Discuss whether such protections may be justified. (13)
Such protection may be practiced through tariffs, import quota, exchange control, embargoes (physical control) or subsidies to domestic industries. The motive behind is to limit free trade and its drawbacks such as undesirable foreign competition, over-specialisation and adverse balance of payment. However, free trade should be practiced in the long run so as to promote efficient utilization of scare resources.
International trade exposes home industries to foreign competition. Infant industries, being in the early stage of their development, are unable to compete with established foreign industries in the international market which are operating at much lower costs. This is especially so for developing countries such as Vietnam, Indonesia and even India where the fashion industry is unable to compete with the much sought-after dressing and fashion from developed countries such as U.S.A, and thus do not produce high-end fashion products. Other examples are high-value products which involve sophisticated production. Therefore, it is necessary to protect the infant industries as they have the potential to reap large economies of scale. Developing countries like China now reap economies of scale for producing many of the high-end fashion products like Adidas and Louis Vuitton.
However, protection of local infant industries should only be a temporary measure. It should be stopped when infant industries are large enough to enjoy cost-savings from large-scale protection and thus be competitive against their foreign rivals. Unfortunately, most industries come to rely as much on the protection that a tariff, once imposed, is not easily removed or never withdrawn. This has undesirable effects such as low-quality goods, high prices and limited variety of goods. In short, countries cannot reap the benefit of free trade. This will have a even disastrous effects on world economy as it wastes scarce resources and cultivate inefficiency, on the large scale. Thus protection should not be indiscriminately given to local industries for long term.
Furthermore, foreign companies may compete unfairly by getting rid of excess production by selling at very low prices, often below cost. This practice is known as dumping. If allowed, the cheaper imports will outsell the local goods. There will be a decrease in demand for local goods and local firms will have to close down. This leads to widespread unemployment. Europe over-produced its agricultural products and has to sell it below cost price in the international market, with the sole aim to get rid of its surplus and prevent further losses. Agricultural industries in developing will suffer if it is unable to compete by lowering its selling price through cost of production. This is especially difficult for infant firms which have yet to achieve economies of scale. This further worsens the prospect of agricultural industries in developing countries as it is already plagued with problems like poor technology and low-skilled labour.

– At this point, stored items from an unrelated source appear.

/**
 * A sign-in link that was used (or is stale) says so and offers a new one in one click, sent
 * to the address the old link went to — which the page never shows, and a visitor cannot pick.
 */
import { afterAll, describe, expect, it } from 'vitest';
import { closeDb } from '../../src/db/client';
import { validSubmission, waitForMessages, type FakeMessage } from '../support/fixtures';
import { appFetch } from '../support/stack';

function linkIn(message: FakeMessage | undefined): string {
  const link = /href="([^"]*magic-link\/verify[^"]*)"/.exec(message?.html ?? '')?.[1];
  if (!link) throw new Error(`no sign-in link in “${message?.subject ?? 'no message'}”`);
  return link.replaceAll('&amp;', '&');
}

/**
 * Opens a sign-in link as a mail client would. The sign-in routes are rate-limited per address
 * and every test here comes from 127.0.0.1, so a 429 is waited out as its Retry-After says.
 */
async function openLink(link: string): Promise<Response> {
  for (;;) {
    const response = await fetch(link, { redirect: 'manual' });
    if (response.status !== 429) return response;
    const wait = Number(response.headers.get('retry-after') ?? response.headers.get('x-retry-after') ?? 5);
    await new Promise((resolve) => setTimeout(resolve, Math.max(1, wait) * 1000));
  }
}

describe('a used sign-in link', () => {
  afterAll(async () => {
    await closeDb();
  });

  it('says what happened and sends a new link in one click, which signs the owner in where they were going', async () => {
    const input = validSubmission();
    const submitted = await appFetch('/api/assessments', { method: 'POST', headers: { 'content-type': 'application/json' }, body: JSON.stringify(input) });
    expect(submitted.status).toBe(201);
    const { assessment } = (await submitted.json()) as { assessment: { id: string } };
    const [confirmation] = await waitForMessages(input.contact.email, (m) => m.length === 1);
    const link = linkIn(confirmation);

    const first = await openLink(link);
    expect(new URL(first.headers.get('location') ?? '', 'http://x').pathname).toBe(`/my/assessments/${assessment.id}`);

    const second = await openLink(link);
    const spent = new URL(second.headers.get('location') ?? '', 'http://x');
    expect(spent.pathname).toBe('/sign-in/link-used');
    expect(spent.searchParams.get('next')).toBe(`/my/assessments/${assessment.id}`);
    // The address travels sealed: the page's address never shows it.
    expect(spent.search).not.toContain(encodeURIComponent(input.contact.email));
    expect(spent.search).not.toContain(input.contact.email);

    const page = await appFetch(`${spent.pathname}${spent.search}`);
    expect(page.status).toBe(200);
    const html = await page.text();
    expect(html).toContain('This sign-in link no longer works');
    expect(html).toContain('E-mail me a new link');
    expect(html).not.toContain(input.contact.email);

    const again = await appFetch('/api/sign-in/link', {
      method: 'POST',
      body: new URLSearchParams({ again: spent.searchParams.get('again') ?? '', next: spent.searchParams.get('next') ?? '' }),
    });
    expect(again.status).toBe(303);
    expect(again.headers.get('location')).toBe(`/sign-in?sent=1&next=${encodeURIComponent(`/my/assessments/${assessment.id}`)}#owner`);

    // The new link signs in to where the owner was going (opening it is what the other tests do).
    const mail = await waitForMessages(input.contact.email, (m) => m.some((x) => x.subject === 'Your Lagwise sign-in link'));
    const fresh = new URL(linkIn(mail.find((m) => m.subject === 'Your Lagwise sign-in link')));
    expect(fresh.pathname).toBe('/api/auth/magic-link/verify');
    expect(fresh.searchParams.get('callbackURL')).toBe(`/my/assessments/${assessment.id}`);
    expect(fresh.searchParams.get('errorCallbackURL')).toMatch(/^\/sign-in\/link-used\?again=/);
    // A 429 from the per-address limit of the sign-in routes is waited out (see openLink).
  }, 180_000);

  it('a sealed address that was altered asks for the address instead, and sends nothing', async () => {
    const page = await (await appFetch('/sign-in/link-used?again=not-a-sealed-address&next=%2Fmy%2Fassessments')).text();
    expect(page).toContain('Ask for a new link');
    expect(page).not.toContain('E-mail me a new link');
    const forged = await appFetch('/api/sign-in/link', { method: 'POST', body: new URLSearchParams({ again: 'bm90LWEtc2VhbGVkLWFkZHJlc3MtYXQtYWxs' }) });
    expect(forged.status).toBe(303);
    expect(forged.headers.get('location')).toBe('/sign-in?error=email&email=#owner');
  });
});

However, by preventing dumping, inflation may occur when import duties such as tariff raise the prices of imported raw materials which will raise the prices of local products using these resources. Consequently, consumers will suffer because they will face higher prices.
Protection may be justified to maintain domestic employment and safeguard the interests of workers. When there is general depression in world trade, countries tend to place restrictions on imports in order to ensure that income is spent on home-produced goods, thus maintaining the level of employment in the home industries. Slowdown in the US economy due to global financial crisis and sub-prime fallout led to general pessimism in the world economy. Cost of a French or German car exported to Britain has increased, brought about by protectionism policies implemented by Britain. The government wishes to boost sales of domestic car industries and thus calm the emotions or rioters, fearful of losing their jobs.
However, this encourages inefficiency in home industries because they are producing goods in which they have no comparative advantage, and which can be imported more cheaply from their trading partners. By restricting imports from low-wage countries, demand for these imports will fall and this will drive wages in those countries even lower. Hence, by protecting their industries and employment, countries are merely passing their problems on to their trading partners who in turn, may retaliate, thus leading to an all round contraction in world trade.
Protection is justified so as to aid diversification of industries. Over-dependence on other countries for essential products for national survival such as strategic materials, food and weapons, makes a country especially vulnerable. Therefore, even a small country like Singapore devotes much resource on developing war craft technology through research and development, so as to safeguard its independence.
However, this works against the whole principle of comparative advantage and will lead to higher costs of production, misallocation of resources and decline in world output and trade.
Lastly, protection may be justified to correct an adverse balance of payments. When a balance of payments deficit is caused by excessive import expenditure over export revenue, then import expenditure has to be substantially reduced by tariffs, import quotas, etc, while exports need to be subsidized. Otherwise, the country foreign reserves may be depleted and the country will develop an external debt. An external debt, with accumulated interest lays claim on future generations. This problem is predominant in U.S where its trade deficit amounted to more than billions of US dollars and is known to be “living beyond their means”.
However, the policy of reducing imports is often referred to as a “beggar-thy-neighbor” policy, for the country solves its own problem by passing them on to others. Furthermore, the effectiveness of such policy depends on the price elasticity of demand and supply of the imported goods, If the demand for the imports is price inelastic, the balance of payments problem may not be corrected by increasing the prices of these imports.
As illustrated above are the arguments for and against protectionism.